(Dataset Opens)

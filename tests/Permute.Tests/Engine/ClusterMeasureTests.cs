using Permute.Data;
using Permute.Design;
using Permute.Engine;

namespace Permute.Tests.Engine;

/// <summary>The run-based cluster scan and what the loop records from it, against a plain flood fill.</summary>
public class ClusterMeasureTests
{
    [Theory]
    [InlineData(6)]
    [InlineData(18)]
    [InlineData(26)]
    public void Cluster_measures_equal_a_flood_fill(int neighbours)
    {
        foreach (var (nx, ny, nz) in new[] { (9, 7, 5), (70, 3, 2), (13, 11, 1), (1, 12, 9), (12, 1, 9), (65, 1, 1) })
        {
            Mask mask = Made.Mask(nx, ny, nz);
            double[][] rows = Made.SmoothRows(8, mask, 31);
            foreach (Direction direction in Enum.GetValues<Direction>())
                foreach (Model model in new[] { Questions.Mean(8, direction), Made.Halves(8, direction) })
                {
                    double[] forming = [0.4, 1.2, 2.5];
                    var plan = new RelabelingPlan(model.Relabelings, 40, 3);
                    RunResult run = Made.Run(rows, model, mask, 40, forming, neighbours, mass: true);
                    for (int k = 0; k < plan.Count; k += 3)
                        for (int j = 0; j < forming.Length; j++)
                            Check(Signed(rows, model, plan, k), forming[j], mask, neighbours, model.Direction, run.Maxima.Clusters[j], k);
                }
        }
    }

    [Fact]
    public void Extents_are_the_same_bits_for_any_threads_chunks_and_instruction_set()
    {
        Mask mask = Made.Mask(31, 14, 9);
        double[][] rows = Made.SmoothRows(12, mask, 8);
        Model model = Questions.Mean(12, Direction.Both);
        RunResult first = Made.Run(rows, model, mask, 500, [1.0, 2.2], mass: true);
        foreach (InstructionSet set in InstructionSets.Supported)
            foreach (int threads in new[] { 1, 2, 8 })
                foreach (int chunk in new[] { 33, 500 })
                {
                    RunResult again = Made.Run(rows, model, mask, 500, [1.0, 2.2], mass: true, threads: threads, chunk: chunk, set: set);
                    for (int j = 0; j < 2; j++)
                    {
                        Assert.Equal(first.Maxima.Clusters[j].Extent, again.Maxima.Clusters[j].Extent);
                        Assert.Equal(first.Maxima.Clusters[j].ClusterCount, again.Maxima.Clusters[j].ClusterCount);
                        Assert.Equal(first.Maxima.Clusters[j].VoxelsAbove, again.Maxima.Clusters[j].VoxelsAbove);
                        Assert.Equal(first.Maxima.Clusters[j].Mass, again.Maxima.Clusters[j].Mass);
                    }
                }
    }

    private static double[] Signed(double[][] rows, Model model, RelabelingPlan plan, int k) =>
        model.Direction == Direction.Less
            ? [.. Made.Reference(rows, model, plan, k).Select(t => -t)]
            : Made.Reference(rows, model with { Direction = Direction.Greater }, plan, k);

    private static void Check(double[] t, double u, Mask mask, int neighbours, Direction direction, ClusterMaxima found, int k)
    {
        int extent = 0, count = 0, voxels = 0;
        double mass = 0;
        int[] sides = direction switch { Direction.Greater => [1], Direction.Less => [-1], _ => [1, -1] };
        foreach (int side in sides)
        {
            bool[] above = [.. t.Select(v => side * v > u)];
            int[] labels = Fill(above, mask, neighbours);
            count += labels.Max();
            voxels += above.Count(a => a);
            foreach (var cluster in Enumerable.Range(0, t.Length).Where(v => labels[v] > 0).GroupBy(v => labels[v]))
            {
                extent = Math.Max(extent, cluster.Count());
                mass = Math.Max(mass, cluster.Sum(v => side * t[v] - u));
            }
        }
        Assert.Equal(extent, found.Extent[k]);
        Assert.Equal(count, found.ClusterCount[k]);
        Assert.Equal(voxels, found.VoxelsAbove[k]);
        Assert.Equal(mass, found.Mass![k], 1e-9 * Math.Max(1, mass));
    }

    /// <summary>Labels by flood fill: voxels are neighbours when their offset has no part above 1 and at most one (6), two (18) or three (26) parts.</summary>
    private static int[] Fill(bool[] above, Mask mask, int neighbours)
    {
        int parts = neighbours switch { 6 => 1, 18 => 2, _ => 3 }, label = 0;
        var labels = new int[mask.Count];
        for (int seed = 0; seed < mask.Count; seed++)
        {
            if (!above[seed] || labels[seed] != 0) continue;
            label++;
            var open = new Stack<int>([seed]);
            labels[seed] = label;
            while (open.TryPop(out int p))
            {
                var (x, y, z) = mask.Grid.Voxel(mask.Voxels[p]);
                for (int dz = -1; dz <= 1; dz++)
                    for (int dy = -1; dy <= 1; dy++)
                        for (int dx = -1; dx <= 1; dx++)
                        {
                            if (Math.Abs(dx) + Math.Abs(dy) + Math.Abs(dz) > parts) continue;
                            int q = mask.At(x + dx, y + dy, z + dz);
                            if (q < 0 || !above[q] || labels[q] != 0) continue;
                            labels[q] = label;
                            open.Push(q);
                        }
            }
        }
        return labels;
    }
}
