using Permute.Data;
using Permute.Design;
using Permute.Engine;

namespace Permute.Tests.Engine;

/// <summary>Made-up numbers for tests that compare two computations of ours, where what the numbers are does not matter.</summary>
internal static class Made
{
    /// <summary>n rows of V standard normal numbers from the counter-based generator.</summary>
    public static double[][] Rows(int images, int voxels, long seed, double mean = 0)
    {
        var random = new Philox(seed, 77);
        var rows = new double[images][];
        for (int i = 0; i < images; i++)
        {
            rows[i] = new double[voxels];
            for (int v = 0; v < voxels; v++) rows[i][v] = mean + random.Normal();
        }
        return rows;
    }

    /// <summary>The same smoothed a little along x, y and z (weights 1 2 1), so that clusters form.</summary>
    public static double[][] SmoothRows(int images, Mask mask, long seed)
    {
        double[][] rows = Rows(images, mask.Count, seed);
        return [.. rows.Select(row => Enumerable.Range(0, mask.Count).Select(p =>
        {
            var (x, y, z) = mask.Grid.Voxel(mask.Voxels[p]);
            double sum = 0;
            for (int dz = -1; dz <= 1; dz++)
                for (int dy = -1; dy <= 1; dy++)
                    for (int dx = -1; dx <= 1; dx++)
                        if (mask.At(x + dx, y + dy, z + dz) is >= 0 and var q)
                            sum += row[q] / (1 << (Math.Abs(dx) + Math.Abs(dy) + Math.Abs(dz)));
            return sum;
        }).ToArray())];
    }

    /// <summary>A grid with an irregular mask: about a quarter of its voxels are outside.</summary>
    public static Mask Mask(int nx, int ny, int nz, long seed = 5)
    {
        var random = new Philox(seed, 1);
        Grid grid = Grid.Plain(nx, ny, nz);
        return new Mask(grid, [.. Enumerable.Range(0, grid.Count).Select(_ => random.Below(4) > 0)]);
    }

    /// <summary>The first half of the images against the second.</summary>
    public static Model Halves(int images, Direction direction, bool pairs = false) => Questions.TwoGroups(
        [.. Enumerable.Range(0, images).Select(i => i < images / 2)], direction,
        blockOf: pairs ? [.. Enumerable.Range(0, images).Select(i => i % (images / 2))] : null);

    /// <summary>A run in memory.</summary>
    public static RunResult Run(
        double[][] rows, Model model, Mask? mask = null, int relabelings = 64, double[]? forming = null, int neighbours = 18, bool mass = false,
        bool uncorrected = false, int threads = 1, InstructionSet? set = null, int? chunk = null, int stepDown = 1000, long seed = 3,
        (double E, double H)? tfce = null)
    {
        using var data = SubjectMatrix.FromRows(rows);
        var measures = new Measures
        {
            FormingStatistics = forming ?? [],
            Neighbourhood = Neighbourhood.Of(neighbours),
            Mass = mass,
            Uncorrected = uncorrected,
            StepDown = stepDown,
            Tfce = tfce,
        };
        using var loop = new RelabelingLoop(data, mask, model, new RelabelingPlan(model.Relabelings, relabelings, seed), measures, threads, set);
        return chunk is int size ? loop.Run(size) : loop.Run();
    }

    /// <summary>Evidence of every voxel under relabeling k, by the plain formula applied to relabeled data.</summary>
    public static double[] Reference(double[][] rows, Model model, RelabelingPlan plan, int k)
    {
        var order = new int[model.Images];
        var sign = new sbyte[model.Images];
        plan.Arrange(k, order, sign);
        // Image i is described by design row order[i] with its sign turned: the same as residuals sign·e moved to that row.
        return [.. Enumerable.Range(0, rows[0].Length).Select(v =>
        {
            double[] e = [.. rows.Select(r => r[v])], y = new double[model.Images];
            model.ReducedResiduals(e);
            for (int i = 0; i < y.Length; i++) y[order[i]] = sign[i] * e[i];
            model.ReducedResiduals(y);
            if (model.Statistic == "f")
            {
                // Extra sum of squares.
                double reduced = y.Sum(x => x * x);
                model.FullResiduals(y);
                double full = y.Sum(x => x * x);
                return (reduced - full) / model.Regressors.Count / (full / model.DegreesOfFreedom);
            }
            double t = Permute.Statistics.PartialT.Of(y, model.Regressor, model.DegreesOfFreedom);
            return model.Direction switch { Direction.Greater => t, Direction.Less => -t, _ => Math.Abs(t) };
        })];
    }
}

(Dataset Closes)

- [Work instructions] Only the lines from the one containing "return [.. Enumerable.Range(0, rows[0].Length).Select(v" through the last line above belong in your answer. Retype them exactly.

- [Result of this exercise]
        return [.. Enumerable.Range(0, rows[0].Length).Select(v =>
        {
            double[] e = [.. rows.Select(r => r[v])], y = new double[model.Images];
            model.ReducedResiduals(e);
            for (int i = 0; i < y.Length; i++) y[order[i]] = sign[i] * e[i];
            model.ReducedResiduals(y);
            if (model.Statistic == "f")
            {
                // Extra sum of squares.
                double reduced = y.Sum(x => x * x);
                model.FullResiduals(y);
                double full = y.Sum(x => x * x);
                return (reduced - full) / model.Regressors.Count / (full / model.DegreesOfFreedom);
            }
            double t = Permute.Statistics.PartialT.Of(y, model.Regressor, model.DegreesOfFreedom);
            return model.Direction switch { Direction.Greater => t, Direction.Less => -t, _ => Math.Abs(t) };
        })];
    }
}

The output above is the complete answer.